A reprodução é outro desafio para os seres abissais. Muitas espécies são hermafroditas, o que significa que, na ausência de parceiros, fecundam-se a si mesmos. Há também espécies com sexos separados. Entre as espécies de peixes-pescadores, por exemplo, os machos podem ser até seis vezes menores que a fêmea e, ao encontrá-la, prende-se ao corpo dela, tornando-se um suprimento de esperma.

Peixes-pescadores.

Em algumas espécies de peixes-pescadores, ocorre uma fusão da boca do macho à região ventral da fêmea, prendendo-os pelo resto da vida. O macho prende-se por tanto tempo, que a pele da fêmea cresce ao redor da boca do macho, ao ponto de haver uma ligação entre o sistema circulatório dos animais. Ao se fundir, o macho depende inteiramente da fêmea para alimentar-se e eliminar os resíduos metabólicos. Uma única fêmea pode ter mais um macho ligado ao corpo.

Em razão de estarem adaptados às condições extremas da zona abissal, a maioria dos seres abissais não chegam vivos à superfície.

Quimiossíntese: a base das teias alimentares abissais

Ao longo das dorsais meso-oceânicas dos oceanos Pacífico, Atlântico e Índico, em profundidades superiores a 2 mil metros, são encontrados os escapes hidrotermais, regiões resultantes da atividade vulcânica do fundo marinho, de onde emerge o magma escaldante das partes profundas da crosta.
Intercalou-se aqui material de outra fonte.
async function released() {
  const p = await plant();
  await release(p.site);
  const ta = await createGatewayToken(p.a);
  const tb = await createGatewayToken(p.b);
  return { ...p, ta: ta.token, tb: tb.token, taId: ta.id };
}

const report = (release: number, digest: string, over: Record<string, unknown> = {}) => ({
  report: randomUUID(),
  release,
  digest,
  status: "running",
  appliedAt: "2026-12-01T10:00:00Z",
  pointsIn: 6000,
  pointsOut: 400,
  from: "2026-12-01T10:00:00Z",
  to: "2026-12-01T10:01:00Z",
  ...over,
});

describe("GET /api/gateway/v1/bundle", () => {
  it("serves the gateway's exact bundle with digest ETag, release, signature and a verifiable freshness statement", async () => {
    const { site, a, ta } = await released();
    const res = await pull(ta);
    expect(res.status).toBe(200);
    const bytes = Buffer.from(await res.arrayBuffer());
    expect(res.headers.get("content-type")).toMatch(/^application\/yaml/);
    expect(res.headers.get("etag")).toBe(`"${digestHex(bytes)}"`);
    expect(res.headers.get("cache-control")).toBe("private, no-cache");
    expect(res.headers.get("bundle-release")).toBe("1");
    expect(bytes.toString("utf8")).toContain(`gateway: ${a.slug}`);
    expect(bytes.toString("utf8")).toContain(`site: ${site.slug}`);
    // Bundle-Signature: Ed25519 (RFC 8032) over the exact bytes, with the key id.
    const m = /^key=([A-Za-z0-9._-]+), ed25519=([A-Za-z0-9+/=]+)$/.exec(res.headers.get("bundle-signature") ?? "");
    expect(m).not.toBeNull();
    const key = signingKeys().keys.find((k) => k.id === m![1])!;
    expect(verifyBytes(key.publicKeyPem, bytes, m![2])).toBe(true);
    expect(verifyBytes(key.publicKeyPem, Buffer.concat([bytes, Buffer.from(" ")]), m![2])).toBe(false);
    // Bundle-Freshness: JWS compact (RFC 7515), EdDSA (RFC 8037), kid = the key id.
    const jws = res.headers.get("bundle-freshness")!;
    expect(decodeProtectedHeader(jws)).toEqual({ alg: "EdDSA", kid: key.id });
    const { payload } = await compactVerify(jws, await importSPKI(key.publicKeyPem, "EdDSA"));
    const claims = JSON.parse(new TextDecoder().decode(payload));
    expect(claims).toMatchObject({ gateway: a.slug, release: 1, digest: digestHex(bytes) });
    expect(Math.abs(claims.iat - Date.now() / 1000)).toBeLessThan(5);
    expect(claims.exp).toBeGreaterThan(claims.iat);
  });

  it("answers If-None-Match per RFC 9110 §13.1.2: match, mismatch, *, a weak tag and a list", async () => {
    const { ta } = await released();
    const first = await pull(ta);
    const etag = first.headers.get("etag")!;
    const hex = etag.slice(1, -1);
    for (const field of [etag, "*", `W/${etag}`, `"nope", ${etag}`, ` W/"other" , W/${etag} `]) {
      const res = await pull(ta, { "if-none-match": field });
      expect(res.status, field).toBe(304);
      expect(await res.text(), field).toBe("");
      expect(res.headers.get("etag")).toBe(etag);
      expect(res.headers.get("cache-control")).toBe("private, no-cache");
      expect(Math.abs(Date.parse(res.headers.get("date")!) - Date.now())).toBeLessThan(5000);
      expect(res.headers.get("bundle-freshness")).toMatch(/^[\w-]+\.[\w-]+\.[\w-]+$/);
    }
    const other = hex.slice(0, -1) + (hex.endsWith("0") ? "1" : "0");
    for (const field of [`"${other}"`, `"${hex}-gzip"`, hex, "W/", ""]) {
      const res = await pull(ta, { "if-none-match": field });
      expect(res.status, field).toBe(200);
    }
  });

  it("sends the exact bytes uncompressed with the identity ETag, whatever the client accepts", async () => {
    const { ta } = await released();
    const plain = await pull(ta);
    const bytes = Buffer.from(await plain.arrayBuffer());
    const res = await pull(ta, { "accept-encoding": "gzip, deflate, br" });
    expect(res.headers.get("content-encoding")).toBeNull();
    expect(res.headers.get("etag")).toBe(`"${digestHex(bytes)}"`);
    expect(Buffer.from(await res.arrayBuffer()).equals(bytes)).toBe(true);
  });

  it("refuses an expired token like a revoked one, from the moment it expires", async () => {
    const { ta, taId, tb } = await released();
    expect((await pull(ta)).status).toBe(200);
    // Still a second to go: taken.
    await GatewayToken.update({ expiresAt: new Date(Date.now() + 1_000) }, { where: { id: taId } });
    expect((await pull(ta)).status).toBe(200);
    await GatewayToken.update({ expiresAt: new Date(Date.now() - 1) }, { where: { id: taId } });
    const expired = await pull(ta);
    expect(expired.status).toBe(401);
    expect(expired.headers.get("www-authenticate")).toMatch(/^Bearer realm="sluice", error="invalid_token"/);
    expect((await expired.json()).error).toMatch(/expired/);
    // The other gateway's token, without an expiry, is untouched.
    expect((await pull(tb)).status).toBe(200);
  });

  it("authenticates before preconditions, with RFC 6750 challenges", async () => {
    const { ta } = await released();
    const etag = (await pull(ta)).headers.get("etag")!;
    const none = await pull(null, { "if-none-match": etag });
    expect(none.status).toBe(401);
    expect(none.headers.get("www-authenticate")).toBe('Bearer realm="sluice"');
    expect((await none.json()).error).toMatch(/token/);
    const bad = await pull(`sgw_${"B".repeat(43)}`, { "if-none-match": etag });
    expect(bad.status).toBe(401);
    expect(bad.headers.get("www-authenticate")).toMatch(/^Bearer realm="sluice", error="invalid_token"/);
    // A token in the URL is never accepted.
    const inUrl = await pull(null, {}, `/api/gateway/v1/bundle?access_token=${ta}`);
    expect(inUrl.status).toBe(401);
    expect(inUrl.headers.get("www-authenticate")).toBe('Bearer realm="sluice"');
  });

  it("answers 404 with a JSON error while no release holds a bundle for the gateway", async () => {
    const { a } = await plant();
    const { token } = await createGatewayToken(a);
    const res = await pull(token);
    expect(res.status).toBe(404);
    expect(await res.json()).toMatchObject({ field: "release" });
  });

  it("gives each token its own gateway's bundle and no way to ask for another", async () => {
    const { a, b, ta, tb } = await released();
    const ya = await (await pull(ta)).text();
    const yb = await (await pull(tb)).text();
    expect(ya).toContain(`gateway: ${a.slug}`);
    expect(yb).toContain(`gateway: ${b.slug}`);
    expect(await (await pull(ta, {}, `/api/gateway/v1/bundle?gateway=${b.slug}`)).text()).toBe(ya);
  });

  it("serves a new release on the next pull (no cache delays it)", async () => {
    const { site, ta } = await released();
    const etag1 = (await pull(ta)).headers.get("etag")!;
    await release(site, { groups: [] });
    const res = await pull(ta, { "if-none-match": etag1 });
    expect(res.status).toBe(200);
    expect(res.headers.get("bundle-release")).toBe("2");
    expect(res.headers.get("etag")).not.toBe(etag1);
  });

  it("refuses a revoked token on the next request, also while 50 clients are pulling", async () => {
    const { ta, taId } = await released();
    let revokedAt = 0;
    const results: { started: number; status: number }[] = [];
    const client = async () => {
      for (let i = 0; i < 12; i++) {
        const started = performance.now();
        const res = await pull(ta);
        results.push({ started, status: res.status });
        await res.arrayBuffer();
      }
    };
    const revoke = (async () => {
      await new Promise((r) => setTimeout(r, 150));
      await GatewayToken.update({ revokedAt: new Date() }, { where: { id: taId } });
      revokedAt = performance.now();
    })();
    await Promise.all([...Array.from({ length: 50 }, client), revoke]);
    expect(revokedAt).toBeGreaterThan(0);
    const before = results.filter((r) => r.started < revokedAt);
    const after = results.filter((r) => r.started > revokedAt);
    expect(before.length).toBeGreaterThan(0);
    expect(after.length).toBeGreaterThan(0);
    expect(after.every((r) => r.status === 401 || r.status === 429)).toBe(true);
    expect(before.some((r) => r.status === 200)).toBe(true);
  }, 60_000);

  it("slows a failing token down: 429 with Retry-After after repeated failures", async () => {
    const token = `sgw_${randomUUID().replace(/-/g, "").padEnd(43, "x")}`;
    const statuses: number[] = [];
    let retryAfter: string | null = null;
    for (let i = 0; i < 8; i++) {
      const res = await pull(token, { "x-forwarded-for": `198.51.100.${(i % 200) + 1}` });
      statuses.push(res.status);
      if (res.status === 429) retryAfter = res.headers.get("retry-after");
    }
    expect(statuses.slice(0, 5)).toEqual([401, 401, 401, 401, 401]);
    expect(statuses).toContain(429);
    expect(Number(retryAfter)).toBeGreaterThanOrEqual(1);
  });

  it("answers 503 with Retry-After, not a stack trace, when the database is unreachable", async () => {
    const down = createSequelize("mariadb://nobody:x@127.0.0.1:1/none");
    const err = await down.query("SELECT 1").catch((e: unknown) => e);
    await down.close();
    const res = errorResponse(err);
    expect(res.status).toBe(503);
    expect(res.headers.get("retry-after")).toBe("5");
    expect(JSON.stringify(await res.json())).not.toMatch(/at .*\.js|127\.0\.0\.1:1/);
  });
});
A água que entra em contato com o magma é aquecida acima dos 400 °C, dissolvendo metais e minerais das rochas. Essa mistura é expelida como geyser, que, em contato como a água fria e densa do oceano profundo, causa um acúmulo de minerais e de metais precipitados em uma formação geológica singular, denominada de chaminés. Das chaminés, emanam as fumarolas, que podem ser negras ou brancas, de acordo com a temperatura da água e da composição química. As fumarolas negras emanam de águas mais quentes, contendo sulfeto de ferro. Já as fumarolas brancas são formadas a partir da água menos quente, contendo compostos de bário, cálcio e sílica.

Associados aos escapes hidrotermais, habitam organismos endêmicos a esses locais, adaptados a gradientes de temperaturas elevadas, baixas taxas de gás oxigênio e concentrações tóxicas de enxofre e de metais pesados. A teia alimentar tem como base bactérias quimiossintetizantes que utilizam a energia química do sulfeto de hidrogênio (H2S), gás liberado pelos escapes.

Poliquetas da espécie Riftia pachyptila.

Uma característica convergente entre organismos que habitam as regiões dos escapes hidrotermais é o gigantismo, ou seja, seres com proporções gigantes se comparado aos existentes em águas rasas.  Um exemplo é dos poliquetas da espécie Riftia pachyptila, que podem atingir cerca de três metros de comprimento e quatro centímetros de diâmetro. Esses animais formam tubos fixos nos afloramentos rochosos dos escapes hidrotermais e estabelecem uma relação simbiótica com bactérias, as quais oxidam o H2S em um nutriente utilizável pelos vermes. Por sua vez, os poliquetos liberam sangue contendo hemoglobina que ajudam as bactérias na decomposição dos sulfetos.